TRY IT
Return the lines below that contain the word "saved".

════

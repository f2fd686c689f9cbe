//! The words every stage shares: what an alert is about ([`Cause`]), how urgent it is
//! ([`Severity`]), a [`Condition`] seen in one interval, how a tag is aggregated ([`TagKind`]),
//! and one [`Sample`] of a tag with its [`Quality`].

use std::fmt;

use serde::Serialize;

/// What an alert is about.
#[derive(Debug, Clone, Copy, PartialEq, Eq, Hash, PartialOrd, Ord, Serialize, serde::Deserialize)]
#[serde(rename_all = "snake_case")]
pub enum Cause {
    /// Less heat reaches the process than the duty says.
    HeaterFouling,
    /// The conversion (heat of reaction) drifts.
    ConversionDrift,
    /// A measurement is wrong.
    InstrumentFault,
    /// Heat is lost to the surroundings.
    HeatLoss,
    /// Stale, bad or missing inputs.
    DataQuality,
    /// The model is used outside its validity.
    ModelValidity,
    /// A mismatch the data cannot attribute.
    Undetermined,
}

impl Cause {
    /// Every cause, in the order of the documentation.
    pub const ALL: [Cause; 7] = [
        Cause::HeaterFouling,
        Cause::ConversionDrift,
        Cause::InstrumentFault,
        Cause::HeatLoss,
        Cause::DataQuality,
        Cause::ModelValidity,
        Cause::Undetermined,
    ];

    /// The two-letter code of the cause inside alert ids (`R-204-hf-1a2b3c4d`).
    pub fn code(self) -> &'static str {
        match self {
            Cause::HeaterFouling => "hf",
            Cause::ConversionDrift => "cd",
            Cause::InstrumentFault => "if",
            Cause::HeatLoss => "hl",
            Cause::DataQuality => "dq",
            Cause::ModelValidity => "mv",
            Cause::Undetermined => "ud",
        }
    }

    /// The cause of a name used in alert events.
    pub fn from_name(name: &str) -> Option<Cause> {
        Cause::ALL.into_iter().find(|c| c.as_str() == name)
    }

    /// The name used in alert events.
    pub fn as_str(self) -> &'static str {
        match self {
            Cause::HeaterFouling => "heater_fouling",
            Cause::ConversionDrift => "conversion_drift",
            Cause::InstrumentFault => "instrument_fault",
            Cause::HeatLoss => "heat_loss",
            Cause::DataQuality => "data_quality",
            Cause::ModelValidity => "model_validity",
            Cause::Undetermined => "undetermined",
        }
    }
}

impl fmt::Display for Cause {
    fn fmt(&self, f: &mut fmt::Formatter<'_>) -> fmt::Result {
        f.write_str(self.as_str())
    }
}

/// Alert priority (ISA-18.2 style: high, medium, low).
#[derive(Debug, Clone, Copy, PartialEq, Eq, PartialOrd, Ord, Hash, Serialize, serde::Deserialize)]
#[serde(rename_all = "lowercase")]
pub enum Severity {
    /// Informational; no prompt action expected.
    Low,
    /// Act within the shift.
    Medium,
    /// Act promptly.
    High,
}

impl Severity {
    /// Lower-case name.
    pub fn as_str(self) -> &'static str {
        match self {
            Severity::Low => "low",
            Severity::Medium => "medium",
            Severity::High => "high",
        }
    }
}

/// A condition present in one interval; the alert lifecycle turns persistent ones into alerts.
#[derive(Debug, Clone, PartialEq, Serialize, serde::Deserialize)]
pub struct Condition {
    /// Cause.
    pub cause: Cause,
    /// What it is about (a tag, a flag code, a chart).
    pub subject: String,
    /// Priority.
    pub severity: Severity,
    /// One sentence an engineer can act on.
    pub message: String,
    /// Supporting figures.
    pub evidence: serde_json::Map<String, serde_json::Value>,
    /// Size of the deviation in the condition's own unit (for re-raise suppression).
    #[serde(default)]
    pub magnitude: Option<f64>,
}

/// How a tag's samples are aggregated over an interval.
#[derive(Debug, Clone, Copy, PartialEq, Eq)]
pub enum TagKind {
    /// Time-weighted mean (sample-and-hold between samples).
    Continuous,
    /// Last value (analyzers update every few minutes).
    Analyzer,
}

/// Quality of a sample (the OPC UA status severities).
#[derive(Debug, Clone, Copy, PartialEq, Eq, Hash, serde::Serialize, serde::Deserialize)]
#[serde(rename_all = "lowercase")]
pub enum Quality {
    /// Good.
    Good,
    /// Uncertain: used, with a doubled uncertainty and a flag.
    Uncertain,
    /// Bad: not used.
    Bad,
}

/// One value of one tag at one time, in the tag's own engineering unit.
#[derive(Debug, Clone, Copy, PartialEq)]
pub struct Sample {
    /// Index of the tag in the unit's tag table.
    pub tag: usize,
    /// Event time, ms since the Unix epoch.
    pub t_ms: i64,
    /// Value in the tag's unit.
    pub value: f64,
    /// Quality.
    pub quality: Quality,
}

/// Parse a quality word (case-insensitive; empty means good).
pub fn parse_quality(text: &str) -> Option<Quality> {
    let t = text.trim();
    if t.is_empty() || t.eq_ignore_ascii_case("good") {
        Some(Quality::Good)
    } else if t.eq_ignore_ascii_case("uncertain") {
        Some(Quality::Uncertain)
    } else if t.eq_ignore_ascii_case("bad") {
        Some(Quality::Bad)
    } else {
        None
    }
}
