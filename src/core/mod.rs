//! The pure core: interval assembly, the per-interval unit model, the monitor and the alert
//! lifecycle. No I/O and no clock: every function is driven by event time and its state
//! serializes into the checkpoint.
//!
//! [`UnitCore::step`] is the whole per-interval computation of one unit: one closed interval
//! in, one [`Outcome`] out (the evaluation, the monitor's state, the alert events and the notes
//! for the log). The pipeline feeds it and hands the outcome to the sinks.

use std::sync::Arc;

pub mod alerts;
pub mod assembly;
pub mod calendar;
pub mod effluent;
pub mod flags;
pub mod model;
pub mod monitor;
pub mod spec;
pub mod vocabulary;

use alerts::{AlertBook, AlertEvent, Shelf};
use assembly::Closed;
use calendar::DayCache;
use model::{Evaluation, evaluate_with};
use monitor::{Monitor, MonitorState};
use spec::UnitSpec;

use crate::thermo::vapor::BubbleMemo;

/// A line for the log that an interval produced.
#[derive(Debug, Clone, PartialEq, Eq)]
pub enum Note {
    /// Something notable happened in the monitor (a baseline was learned).
    Monitor(String),
    /// A change an engineer asked for or that expired (shelves): for the audit trail.
    Audit(String),
}

/// What one closed interval produced.
#[derive(Debug, Clone, PartialEq)]
pub struct Outcome {
    /// The evaluation, with the monitor's compensated prediction, flags and conditions.
    pub evaluation: Evaluation,
    /// The monitor's state after the interval.
    pub state: MonitorState,
    /// Alert events, in sequence order.
    pub events: Vec<AlertEvent>,
    /// Lines for the log.
    pub notes: Vec<Note>,
}

/// The per-interval computation of one unit, with its monitor and alert book.
#[derive(Debug, Clone)]
pub struct UnitCore {
    spec: Arc<UnitSpec>,
    monitor: Monitor,
    alerts: AlertBook,
    /// Local dates of interval ends, for the events' RFC 3339 times.
    days: DayCache,
    /// The last bubble point of the effluent (a cache: not part of the saved state).
    bubble: BubbleMemo,
}

impl UnitCore {
    /// A unit's core, from its saved monitor and alert book (or fresh ones).
    pub fn new(spec: Arc<UnitSpec>, monitor: Option<Monitor>, alerts: AlertBook) -> UnitCore {
        let monitor = monitor.unwrap_or_else(|| Monitor::new(&spec.monitor, spec.interval_ms));
        UnitCore { spec, monitor, alerts, days: DayCache::default(), bubble: BubbleMemo::default() }
    }

    /// The unit it computes for.
    pub fn spec(&self) -> &UnitSpec {
        &self.spec
    }

    /// The monitor (for the checkpoint and status displays).
    pub fn monitor(&self) -> &Monitor {
        &self.monitor
    }

    /// The alert book (for the checkpoint and status displays).
    pub fn alerts(&self) -> &AlertBook {
        &self.alerts
    }

    /// Evaluate one closed interval, step the monitor and the alert lifecycle.
    pub fn step(&mut self, closed: &Closed) -> Outcome {
        let spec = &*self.spec;
        let estimate = self.monitor.extent_estimate();
        let mut evaluation = evaluate_with(spec, closed, estimate, &mut self.bubble);
        let mo = self.monitor.step(&spec.monitor, spec, &mut evaluation);
        let mut notes: Vec<Note> = mo.note.into_iter().map(Note::Monitor).collect();
        evaluation.flags.extend(mo.flags);
        evaluation.conditions.extend(mo.conditions);
        let mut time = String::new();
        self.days.rfc3339_into(&mut time, evaluation.end_ms, &spec.time_zone);
        let (events, audit) =
            self.alerts.step(&spec.name, evaluation.end_ms, &time, &evaluation.conditions, spec.alerts);
        notes.extend(audit.into_iter().map(Note::Audit));
        Outcome { evaluation, state: mo.state, events, notes }
    }

    /// Forget the baseline and learn a new one from the next steady data (after maintenance).
    pub fn rebaseline(&mut self) {
        self.monitor.rebaseline();
    }

    /// Shelve alerts; returns the audit note.
    pub fn shelve(&mut self, shelf: Shelf) -> String {
        self.alerts.shelve(shelf)
    }

    /// Remove a shelf; returns whether there was one.
    pub fn unshelve(&mut self, selector: &str) -> bool {
        self.alerts.unshelve(selector)
    }
}

#[cfg(test)]
mod tests;
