/// Subcommands.
#[derive(Debug, Subcommand)]
pub enum Command {
    /// Solve one steady-state balance from a case file (engineering what-ifs).
    #[command(after_help = AFTER_HELP)]
    Calc {
        /// The case file (TOML).
        case: PathBuf,
        /// Print one JSON object instead of the human summary.
        #[arg(long)]
        json: bool,
    },
    /// The service: tail the export files, compute each interval, alert, write back.
    #[command(after_help = AFTER_HELP)]
    Run {
        /// Site configuration (TOML).
        #[arg(long)]
        config: PathBuf,
        /// Log format: text on a terminal, JSON lines otherwise.
        #[arg(long, value_enum, default_value = "auto")]
        log_format: LogFormat,
        /// Log filter (tracing directives), e.g. `info` or `efftemp=debug`.
        #[arg(long, default_value = "info")]
        log_level: String,
    },
    /// Validate a site configuration; every problem names its file, line and key.
    #[command(after_help = AFTER_HELP)]
    Check {
        /// Site configuration (TOML).
        #[arg(long)]
        config: PathBuf,
    },
    /// Process existing export files as a batch, with the same outputs as `run`.
    #[command(after_help = AFTER_HELP)]
    Replay {
        /// Site configuration (TOML).
        #[arg(long)]
        config: PathBuf,
        /// Export directories to read instead of each unit's configured directory (every unit
        /// whose file pattern matches files there reads them).
        paths: Vec<PathBuf>,
        /// Write outputs here instead of the site's output directory.
        #[arg(long)]
        output: Option<PathBuf>,
        /// Log format.
        #[arg(long, value_enum, default_value = "auto")]
        log_format: LogFormat,
        /// Log filter.
        #[arg(long, default_value = "warn")]
        log_level: String,
    },
    /// Run the embedded demo plant end to end: simulated exports with injected faults,
    /// processed live by the real service, with a scorecard at the end.
    #[command(after_help = AFTER_HELP)]
    Demo {
        /// Simulator seed (same seed, same data).
        #[arg(long, default_value_t = 2026)]
        seed: u64,
        /// Simulated days.
        #[arg(long, default_value_t = 11.0)]
        days: f64,
        /// Simulated seconds per wall second (default: finish writing in about 40 s).
        #[arg(long)]
        speed: Option<f64>,
        /// Directory for exports, state and outputs (must be empty or new).
        #[arg(long)]
        out: Option<PathBuf>,
        /// Delete the files at the end (by default they are kept for inspection).
        #[arg(long)]
        discard: bool,
    },
    /// Write the shift report (HTML) of a unit and print a text summary.
    #[command(after_help = AFTER_HELP)]
    Report {
        /// Site configuration (TOML).
        #[arg(long)]
        config: PathBuf,
        /// Unit (default: every unit).
        #[arg(long)]
        unit: Option<String>,
        /// The shift that contains this time (RFC 3339, or local `YYYY-MM-DDTHH:MM`).
        #[arg(long, conflicts_with = "last")]
        shift: Option<String>,
        /// The last completed shift (the default).
        #[arg(long)]
        last: bool,
    },
    /// Ask the service to learn a new baseline for a unit (after maintenance); audited.
    #[command(after_help = AFTER_HELP)]
    Rebaseline {
        /// Site configuration (TOML).
        #[arg(long)]
        config: PathBuf,
        /// Unit.
        #[arg(long)]
        unit: String,
        /// Why (recorded in the audit log).
        #[arg(long)]
        reason: String,
        /// Who (default: the login name).
        #[arg(long)]
        by: Option<String>,
    },
    /// Shelve alerts of a unit for a while: tracked but not announced; audited.
    #[command(after_help = AFTER_HELP)]
    Shelve {
        /// Site configuration (TOML).
        #[arg(long)]
        config: PathBuf,
        /// Unit.
        #[arg(long)]
        unit: String,
        /// An alert id, a cause (e.g. `data_quality`) or `cause/subject`.
        #[arg(long)]
        selector: String,
        /// How long, e.g. "8h" (at most the configured `shelve_max`).
        #[arg(long = "for")]
        duration: String,
        /// Why (recorded in the audit log).
        #[arg(long)]
        reason: String,
        /// Who (default: the login name).
        #[arg(long)]
        by: Option<String>,
    },
    /// Remove a shelf before it expires; audited.
    #[command(after_help = AFTER_HELP)]
    Unshelve {
        /// Site configuration (TOML).
        #[arg(long)]
        config: PathBuf,
        /// Unit.
        #[arg(long)]
        unit: String,
        /// The selector that was shelved.
        #[arg(long)]
        selector: String,
        /// Why.
        #[arg(long)]
        reason: String,
        /// Who.
        #[arg(long)]
        by: Option<String>,
    },
    /// Estimate the dead time and lag of the effluent temperature from existing export files.
    #[command(after_help = AFTER_HELP)]
    Identify {
        /// Site configuration (TOML).
        #[arg(long)]
        config: PathBuf,
        /// Unit.
        #[arg(long)]
        unit: String,
        /// Longest dead time to consider, e.g. "30m".
        #[arg(long, default_value = "30m")]
        max_dead_time: String,
    },
}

════

RESPONSE TO THIS TASK
    /// The last bubble point of the effluent (a cache: not part of the saved state).
    /// A unit's core, from its saved monitor and alert book (or fresh ones).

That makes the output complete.